Camping Shakespeare

Collection edited by Louise Geddes and Sam Kolodezh
Abstract due: August 1, 2024
Paper due: April 1, 2025

The editors seek essays for a collection that aims to think about camp and early modern drama. Often imagined as a know-it-when-you-see-it, or more derivatively, as bad performance, camp has been a touchstone of queer culture in its most immediately recognizable form for at least the past century. Camp has been variously defined as wilfully bad taste, a commitment to the marginal and frivolous, and as a tool of building and maintaining radical and often temporary communities of care. Arguably, it has also been present in many early modern plays since their original productions. More recently, it has been sanitized, appropriated, or dismissed by scholars and artists even as it continues to mutate and exist at the boundaries of “good” art. Since the turn of the century, camp has had a popular resurgence on American screens and stages, ushered in by pop culture icons such as Ru Paul, Nathan Lane, Katy Perry, and Lady Gaga. On theater stages, this resurgence is often made more explicit in adaptations and appropriations of Shakespeare: James Ijames Fat Ham (2021), Taylor Mac’s Gary: A Sequel to Titus Andronicus (2019), and Fake Friends Circle Jerk (2020).

This collection invites projects that think about camp as a politically contested space and practice. We welcome essays with the aim of exploring, developing, and articulating a camp aesthetic, methodology, or performance practice within Shakespearean drama and early modern culture more broadly, including, but not limited to, staging practices, parody, adaptation, self-representation, burlesque, queer or racialized histories, and questions of taste. How do camp aesthetics engage with Shakespeare and the early modern? To what extent is camp useful as a framework to understand early modern texts and performances?
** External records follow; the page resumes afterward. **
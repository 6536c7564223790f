#pragma once
// Levenberg-Marquardt with bounds and priors, and the groups of parameters that data do not tell apart.
// Levenberg 1944; Marquardt 1963; damping by the gain ratio: Nielsen 1999.

#include <algorithm>
#include <cmath>
#include <tepor/answers/fit.hpp>
#include <tepor/answers/impl/small_dense.hpp>
#include <tepor/base/text.hpp>

namespace tepor::detail {

/// Model values and their slopes by the parameters.
class FitModel {
  public:
    FitModel() = default;
    FitModel(const FitModel&) = delete;
    FitModel& operator=(const FitModel&) = delete;
    virtual ~FitModel() = default;
    /// `y` one per reading, `slope` readings x parameters row by row. False where the body has no solution.
    virtual bool evaluate(const std::vector<double>& p, std::vector<double>& y, std::vector<double>& slope) = 0;
};

/// One residual row per reading and prior: (model - value) / uncertainty.
class LeastSquares {
  public:
    struct Datum {
        double value;
        double uncertainty;
    };

    LeastSquares(FitModel& model, const std::vector<FitBy>& parameters, std::vector<Datum> data,
                 const FitOptions& options)
        : model_(model), parameters_(parameters), data_(std::move(data)), options_(options), m_(parameters.size()) {}

    std::vector<double> p;        ///< in: where to start; out: the answer
    std::vector<double> residual; ///< of readings, then priors
    std::vector<double> slope;    ///< rows x parameters
    std::vector<double> covariance;
    std::vector<std::size_t> on_bounds;
    Index passes = 0;

    void run() {
        for (std::size_t j = 0; j < m_; ++j) p[j] = clamped(j, p[j]);
        if (!rows(p, residual, slope))
            throw Error(ErrorCode::not_converged, "", "fit: the body has no solution at the values it starts from");
        set_scales();
        double cost = square(residual);
        double damping = 1e-3;
        double raise = 2.0;
        bool moved = true;
        for (; passes < options_.most_passes && moved; ++passes) {
            std::vector<double> normal;
            std::vector<double> gradient;
            normal_equations(normal, gradient);
            // parameters pressed against a bound stay there for this pass
            std::vector<bool> held(m_);
            for (std::size_t j = 0; j < m_; ++j) held[j] = pressed(j, gradient[j]);
            moved = false;
            while (damping < 1e20) {
                std::vector<double> A = normal;
                std::vector<double> step(m_);
                for (std::size_t j = 0; j < m_; ++j) {
                    A[j * m_ + j] += damping * std::max(normal[j * m_ + j], 1e-12);
                    step[j] = held[j] ? 0.0 : -gradient[j];
                    if (!held[j]) continue;
                    for (std::size_t k = 0; k < m_; ++k) A[j * m_ + k] = A[k * m_ + j] = 0.0;
                    A[j * m_ + j] = 1.0;
                }
                std::vector<double> next = p;
                std::vector<double> y;
                std::vector<double> J;
                double predicted = 0.0;
                if (solve_definite(A, step)) {
                    for (std::size_t j = 0; j < m_; ++j) {
                        next[j] = clamped(j, p[j] + scale_[j] * step[j]);
                        step[j] = (next[j] - p[j]) / scale_[j];
                    }
                    for (std::size_t j = 0; j < m_; ++j) {
                        predicted -= 2.0 * gradient[j] * step[j];
                        for (std::size_t k = 0; k < m_; ++k) predicted -= step[j] * normal[j * m_ + k] * step[k];
                    }
                    double size = 0.0;
                    for (const double s : step) size = std::max(size, std::abs(s));
                    if (size <= 1e-13 ||
                        std::abs(predicted) <= options_.tolerance * options_.tolerance * (1.0 + cost)) {
                        finish();
                        return;
                    }
                    if (predicted > 0.0 && rows(next, y, J)) {
                        const double now = square(y);
                        const double gain = (cost - now) / predicted;
                        if (now < cost) {
                            const double fall = cost - now;
                            p = std::move(next);
                            residual = std::move(y);
                            slope = std::move(J);
                            cost = now;
                            damping *= std::max(1.0 / 3.0, 1.0 - std::pow(2.0 * gain - 1.0, 3));
                            raise = 2.0;
                            moved = true;
                            if (fall <= options_.tolerance * (1.0 + cost) && damping < 1e-2) {
                                ++passes;
                                finish();
                                return;
                            }
                            break;
                        }
                        // at the bottom rounding hides what is left
                        if (predicted <= 1e-9 * (1.0 + cost)) {
                            finish();
                            return;
                        }
                    }
                }
                damping *= raise;
                raise *= 2.0;
            }
        }
        if (!moved) {
            finish();
            return;
        }
        throw Error(ErrorCode::not_converged, "",
                    text("fit: not converged after ", passes, " passes, chi-square ", cost,
                         "; check the readings and their units, or start from better values"));
    }

  private:
    [[nodiscard]] double clamped(std::size_t j, double v) const {
        if (parameters_[j].from) v = std::max(v, *parameters_[j].from);
        if (parameters_[j].to) v = std::min(v, *parameters_[j].to);
        return v;
    }
    [[nodiscard]] bool pressed(std::size_t j, double gradient) const {
        return (parameters_[j].from && p[j] <= *parameters_[j].from && gradient > 0.0) ||
               (parameters_[j].to && p[j] >= *parameters_[j].to && gradient < 0.0);
    }
    static double square(const std::vector<double>& v) {
        double sum = 0.0;
        for (const double x : v) sum += x * x;
        return sum;
    }

    bool rows(const std::vector<double>& at, std::vector<double>& r, std::vector<double>& J) {
        if (!model_.evaluate(at, r, J)) return false;
        for (std::size_t i = 0; i < data_.size(); ++i) {
            r[i] = (r[i] - data_[i].value) / data_[i].uncertainty;
            for (std::size_t j = 0; j < m_; ++j) J[i * m_ + j] /= data_[i].uncertainty;
        }
        for (std::size_t j = 0; j < m_; ++j) {
            if (!parameters_[j].prior) continue;
            const Prior& prior = *parameters_[j].prior;
            r.push_back((at[j] - prior.value) / prior.uncertainty);
            for (std::size_t k = 0; k < m_; ++k) J.push_back(k == j ? 1.0 / prior.uncertainty : 0.0);
        }
        for (const double v : r)
            if (!std::isfinite(v)) return false;
        return true;
    }

    /// Parameters count relative to their size; one that is 0 by its prior or bounds.
    void set_scales() {
        scale_.resize(m_);
        for (std::size_t j = 0; j < m_; ++j) {
            const FitBy& by = parameters_[j];
            double s = std::abs(p[j]);
            if (!(s > 0.0) && by.prior) s = by.prior->uncertainty;
            if (!(s > 0.0) && by.from && by.to) s = *by.to - *by.from;
            scale_[j] = s > 0.0 ? s : 1.0;
        }
    }

    void normal_equations(std::vector<double>& A, std::vector<double>& g) const {
        A.assign(m_ * m_, 0.0);
        g.assign(m_, 0.0);
        for (std::size_t i = 0; i < residual.size(); ++i)
            for (std::size_t j = 0; j < m_; ++j) {
                const double a = slope[i * m_ + j] * scale_[j];
                g[j] += a * residual[i];
                for (std::size_t k = 0; k < m_; ++k) A[j * m_ + k] += a * slope[i * m_ + k] * scale_[k];
            }
    }

    void finish() {
        set_scales();
        std::vector<double> A;
        std::vector<double> g;
        normal_equations(A, g);
        refuse_inseparable(A);
        std::vector<double> inverse;
        if (!invert_definite(A, m_, inverse))
            throw Error(ErrorCode::no_answer, names(std::vector<bool>(m_, true)),
                        "fit: the readings do not determine the parameters; give priors or more readings");
        covariance.resize(m_ * m_);
        for (std::size_t j = 0; j < m_; ++j) {
            for (std::size_t k = 0; k < m_; ++k) covariance[j * m_ + k] = inverse[j * m_ + k] * scale_[j] * scale_[k];
            const FitBy& by = parameters_[j];
            if ((by.from && p[j] <= *by.from) || (by.to && p[j] >= *by.to)) on_bounds.push_back(j);
        }
    }

    [[nodiscard]] std::string names(const std::vector<bool>& members) const {
        std::string list;
        for (std::size_t j = 0; j < m_; ++j)
            if (members[j]) list += text(list.empty() ? "" : ", ", parameters_[j].parameter.name());
        return list;
    }

    /// Directions (relative changes of the parameters) that move the readings by less than their uncertainty allows to see.
    void refuse_inseparable(const std::vector<double>& A) const {
        // columns to size one first, so that the directions of weak parameters show beside strong ones
        std::vector<double> size(m_);
        for (std::size_t j = 0; j < m_; ++j) size[j] = std::sqrt(A[j * m_ + j]);
        std::vector<bool> dead(m_);
        bool any_dead = false;
        for (std::size_t j = 0; j < m_; ++j) {
            dead[j] = !(size[j] * options_.weakest > 1.0);
            any_dead = any_dead || dead[j];
        }
        if (any_dead)
            throw Error(ErrorCode::no_answer, names(dead),
                        text("fit: the readings say nothing about ", names(dead), " (relative uncertainty above ",
                             options_.weakest,
                             " even with all else known); give a prior, or readings that depend on it"));
        std::vector<double> value;
        std::vector<double> vector;
        symmetric_eigen(A, m_, value, vector);
        double largest = 0.0;
        for (const double v : value) largest = std::max(largest, v);
        // weight of each pair of parameters in the directions nobody sees
        std::vector<double> hidden(m_ * m_, 0.0);
        bool any = false;
        for (std::size_t e = 0; e < m_; ++e) {
            if (value[e] > 0.0 && value[e] * options_.weakest * options_.weakest > 1.0 && value[e] > 1e-13 * largest)
                continue;
            any = true;
            for (std::size_t j = 0; j < m_; ++j)
                for (std::size_t k = 0; k < m_; ++k) hidden[j * m_ + k] += vector[j * m_ + e] * vector[k * m_ + e];
        }
        if (!any) return;
        std::string groups;
        std::string first;
        std::vector<bool> done(m_);
        for (std::size_t j = 0; j < m_; ++j) {
            if (done[j] || hidden[j * m_ + j] < 0.01) continue;
            std::vector<bool> members(m_);
            std::vector<std::size_t> queue{j};
            while (!queue.empty()) {
                const std::size_t a = queue.back();
                queue.pop_back();
                if (members[a]) continue;
                members[a] = done[a] = true;
                for (std::size_t b = 0; b < m_; ++b)
                    if (std::abs(hidden[a * m_ + b]) > 0.01 && !members[b]) queue.push_back(b);
            }
            groups += text(groups.empty() ? "{" : ", {", names(members), "}");
            first += text(first.empty() ? "" : "; ", names(members));
        }
        throw Error(
            ErrorCode::no_answer, first,
            text("fit: the readings do not tell apart ", groups,
                 ": these can change together without a reading noticing; give a prior for one of each group, or "
                 "readings under other conditions"));
    }

    FitModel& model_;
    const std::vector<FitBy>& parameters_;
    std::vector<Datum> data_;
    const FitOptions& options_;
    std::size_t m_;
    std::vector<double> scale_;
};

} // namespace tepor::detail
How does camp use Shakespeare and early modern culture to construct ideas of race? What types of insight can camp offer into the role of parody and adaptation in imagining and forming communities in and out of Shakepseare’s texts and stages? Ultimately, this collection seeks to answer the question of what campy and trashy Shakespeare can offer Shakespeare studies.

Possible topics could include;

-Camp as methodology
-Camp, fooling, and clowning
-Shakespearean camp across the centuries
-Camp and race
-Camp and the limits of genre
-Camp, kitsch, schlag, trash, and twee
-Temporalities of camp
-Camp and kink
-Camp as care
-Politics of camp
-Camp as politics
-Camp as transversality
-Camp and power
-Camp and parody
-Camp and/as performance
-Camp and abjection

Please submit 250 word abstracts and 150 word bios to [email protected] and [email protected] by August 1. Accepted papers will be due April 1, 2025 and should be approx. 6,000 words in length, including notes.